On Tue, 18 Apr 2000, Tim Endres wrote:
> One of the things that David Sims discovered was that his EJB server was
> keying "identity" off of the thread. Thus, an existing Session bean, when
> referenced by a second servlet hit in a new thread, was dropping the role
> and principal that had been established by the first servlet hit.
correct.
> So, I believe the approach that David took was to store the user's name
> and role in the servlet session, and use this with each hit for the
> InitialContext call. I do not know if he has any stateful SBs behind
> this part or not.
No, I have no stateful session beans.

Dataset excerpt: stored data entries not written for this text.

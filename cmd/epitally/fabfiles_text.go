package main

import (
	"fmt"
	"strconv"
	"time"

	"epitally/analytics/simfab"
)

// appendReading writes a reading as Epitally's own die readings CSV.
func appendReading(b []byte, m *simfab.Reading) []byte {
	w := m.Wafer
	b = fmt.Appendf(b, "# epitally: die readings\n# wafer: %s\n# lot: %s\n# kind: %s\n# station: %s\n# measured at: %s\n",
		w.Name, w.Lot, m.Kind, m.Station, m.MeasuredAt.Format(time.RFC3339))
	if m.DriveCurrentMA > 0 {
		b = fmt.Appendf(b, "# drive current: %g mA\n", m.DriveCurrentMA)
	}
	b = fmt.Appendf(b, "# pitch: %g x %g mm\n", m.Layout.DiePitchXMM, m.Layout.DiePitchYMM)
	b = append(b, "x,y"...)
	for _, c := range m.Columns {
		b = append(append(b, ','), c.Quantity...)
	}
	b = append(b, '\n')
	for i := range m.X {
		b = strconv.AppendInt(b, int64(m.X[i]), 10)
		b = strconv.AppendInt(append(b, ','), int64(m.Y[i]), 10)
		for c := range m.Columns {
			col := &m.Columns[c]
			b = append(b, ',')
			if k := col.K[i]; k != simfab.NoValue {
				b = appendDecimal(b, k, col.Decimals, '.')
			}
		}
		b = append(b, '\n')
	}
	return b
}

// appendDecimal writes k·10^−decimals.
func appendDecimal(b []byte, k int32, decimals int, point byte) []byte {
	n := uint32(k)
	if k < 0 {
		b, n = append(b, '-'), uint32(-k)
	}
	var text [12]byte
	at := len(text)
	for i := 0; n > 0 || i <= decimals; i++ {
		if i == decimals && decimals > 0 {
			at--
			text[at] = point
		}
		at--
		text[at] = byte('0' + n%10)
		n /= 10
	}
	return append(b, text[at:]...)
}

// otherStation writes a format of its own, which the reading profile explains:
// semicolons, decimal commas, columns and rows swapped against ours, millivolts,
// nanoamperes and microwatts, dies in the order the prober stepped them.
const otherStation = "prober-3"

func otherName(m *simfab.Reading) string {
	return fmt.Sprintf("P3_%s_%s.txt", m.Wafer.Name, m.MeasuredAt.Format("20060102-1504"))
}

func appendOtherReading(b []byte, m *simfab.Reading) []byte {
	w := m.Wafer
	b = fmt.Appendf(b, "PROBE LIST P3\nWAFER;%s\nLOT;%s\nSTARTED;%s\nCURRENT;%g mA\nDIES;%d\n\n",
		w.Name, w.Lot, m.MeasuredAt.Format("2006-01-02 15:04"), m.DriveCurrentMA, len(m.X))
	b = append(b, "ROW;COL;VF (mV);VFL (mV);IR (nA);PO (uW);WLD (nm)\n"...)
	for first := 0; first < len(m.X); {
		last := first
		for last+1 < len(m.X) && m.Y[last+1] == m.Y[first] {
			last++
		}
		for k := first; k <= last; k++ {
			i := k
			if m.Y[first]%2 != 0 { // every other row is stepped backwards
				i = first + last - k
			}
			b = appendOtherRow(b, m, i)
		}
		first = last + 1
	}
	return b
}

// appendOtherRow writes volts with three decimals as whole millivolts,
// microamperes with three as whole nanoamperes, and milliwatts with two as tens
// of microwatts.
func appendOtherRow(b []byte, m *simfab.Reading, i int) []byte {
	b = strconv.AppendInt(b, int64(m.Y[i]), 10)
	b = strconv.AppendInt(append(b, ';'), int64(m.X[i]), 10)
	for c := range m.Columns {
		k := m.Columns[c].K[i]
		b = append(b, ';')
		switch {
		case k == simfab.NoValue:
			b = append(b, "---"...)
		case c < 3:
			b = strconv.AppendInt(b, int64(k), 10)
		case c == 3:
			b = append(strconv.AppendInt(b, int64(k), 10), '0')
		default:
			b = appendDecimal(b, k, m.Columns[c].Decimals, ',')
		}
	}
	return append(b, '\n')
}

What I did, actually, was store the
user's name and password in the servlet session (NOT in a cookie). Then
everytime the user clicks something on the web page, I use the
username/password to create a brand new InitialContext, then create a brand new
stateless session bean. Then perform the requested operation through the new
stateless session bean.
I always create new stateless session beans in this manner because I don't know
how long it has been since the user last did something. I don't know if my
previous stateless session bean has timed out. So, for simplicity, I always
create a new one. I don't want to write "retry" code when the simpler solution
is very fast, as it is in this case.
This is a very fast operation for me and my setup. Servlets in one JVM, EJB
container in another JVM, both JVMs on the same box.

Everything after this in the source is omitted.